Mes amendements sur ce dernier bloc consistent à renforcer les partages de compétences au bénéfice des pharmaciens, des sages-femmes et des opticiens-lunetiers. Par ailleurs, le tournant numérique dans le secteur de la santé ne sera réussi que s'il intègre la réalité des territoires : c'est pourquoi je vous proposerai de faire du numérique un recours pour les assurés résidant dans des zones sous-denses et exposés à une autre fracture que nous connaissons bien : la fracture numérique.
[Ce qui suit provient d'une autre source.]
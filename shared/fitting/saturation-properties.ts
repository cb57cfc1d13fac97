/**
 * Saturation properties of an LJ fluid with parameters (ε/k_B, σ) from the Thol et al. (2016) equation of state
 * (shared/physics/eos), by corresponding states: T* = T/ε,
 *   ρ_liq, ρ_vap = ρ*(T*)·M ÷ (N_A σ³),   p_sat = P*(T*)·k_B ε ÷ σ³,
 * with analytic gradients: ∂ρ/∂ε = −scale·(dρ*÷dT*)·T*÷ε, ∂ρ/∂σ = −3ρ/σ,
 * ∂p/∂ε = (k_B÷σ³)(P* − T*·dP*÷dT*), ∂p/∂σ = −3p/σ; the T*-slopes along the saturation curve come from the
 * Clapeyron equation (phase-equilibrium.ts).
 *
 * A point at or above the model's critical temperature has no saturation value. While the fit iterates, such a
 * point is evaluated just below T*c (a flat continuation, so a trial ε is not fatal); `saturationRangeProblem`
 * names the points that are still above T*c at the final parameters, and the fit refuses them.
 */
import { AVOGADRO_PER_MOL, BOLTZMANN_J_PER_K } from '../physics/constants';
import { DEFAULT_LJ_EOS_MODEL, LJ_EOS_MODELS, ljCoexistence, ljCriticalPoint, type LjEosModelId } from '../physics/eos/lj-eos-models';

export type SaturationProperty = 'liquidDensity' | 'vapourDensity' | 'vapourPressure';

/** How far below T*c the continuation sits (relative): close enough to be continuous, far enough for the solver. */
const CONTINUATION_GAP = 1e-4;

export interface SaturationPrediction {
  value: number;
  dEpsilonK: number;
  dSigmaAngstrom: number;
}

export function saturationPrediction(
  property: SaturationProperty,
  temperatureK: number,
  epsilonK: number,
  sigmaAngstrom: number,
  molarMassGPerMol: number | undefined,
  model: LjEosModelId = DEFAULT_LJ_EOS_MODEL,
): SaturationPrediction {
  const tc = ljCriticalPoint(model).reducedTemperature;
  const tStar = temperatureK / epsilonK;
  const clamped = tStar >= tc * (1 - CONTINUATION_GAP);
  const s = ljCoexistence(clamped ? tc * (1 - CONTINUATION_GAP) : tStar, model);
  const sigmaM = sigmaAngstrom * 1e-10;
  if (property === 'vapourPressure') {
    const scaleMPa = (BOLTZMANN_J_PER_K / sigmaM ** 3) * 1e-6;
    const value = scaleMPa * epsilonK * s.saturationPressure;
    const slope = clamped ? 0 : s.dPressureDT;
    return { value, dEpsilonK: scaleMPa * (s.saturationPressure - tStar * slope), dSigmaAngstrom: (-3 * value) / sigmaAngstrom };
  }
  if (molarMassGPerMol === undefined) throw new Error('saturated densities need the molar mass');
  const scale = (molarMassGPerMol * 1e-3) / (AVOGADRO_PER_MOL * sigmaM ** 3);
  const rhoStar = property === 'liquidDensity' ? s.liquidDensity : s.vapourDensity;
  const slope = clamped ? 0 : property === 'liquidDensity' ? s.dLiquidDensityDT : s.dVapourDensityDT;
  const value = scale * rhoStar;
  return { value, dEpsilonK: (scale * slope * -tStar) / epsilonK, dSigmaAngstrom: (-3 * value) / sigmaAngstrom };
}

/** A message when T is at or above the model's critical temperature for this ε, else null. */
export function saturationRangeProblem(temperatureK: number, epsilonK: number, model: LjEosModelId = DEFAULT_LJ_EOS_MODEL): string | null {
  const tc = ljCriticalPoint(model).reducedTemperature;
  if (temperatureK / epsilonK < tc * (1 - CONTINUATION_GAP)) return null;
  return (
    `T = ${temperatureK} K is at or above the critical temperature of the ${LJ_EOS_MODELS[model].label} equation at ε/k_B = ${epsilonK.toFixed(2)} K ` +
    `(T_c = T*c·ε/k_B = ${(tc * epsilonK).toFixed(2)} K, T*c = ${tc.toFixed(4)}): there is no saturated liquid or vapour there`
  );
}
J'ai fait le choix, mes chers collègues, de proposer des mesures resserrées et pragmatiques au service d'un meilleur aménagement sanitaire et social du territoire. D'aucuns estimeront que ce projet de loi manque d'ambition. Il est vrai que l'on peut fortement douter de sa capacité à améliorer concrètement le quotidien de nos concitoyens qui éprouvent des difficultés à accéder à des soins de qualité dans des délais raisonnables. La régulation de l'offre médicale constitue une nécessité, car elle représente le maillon manquant de la politique d'incitation qui s'avère aujourd'hui inefficace.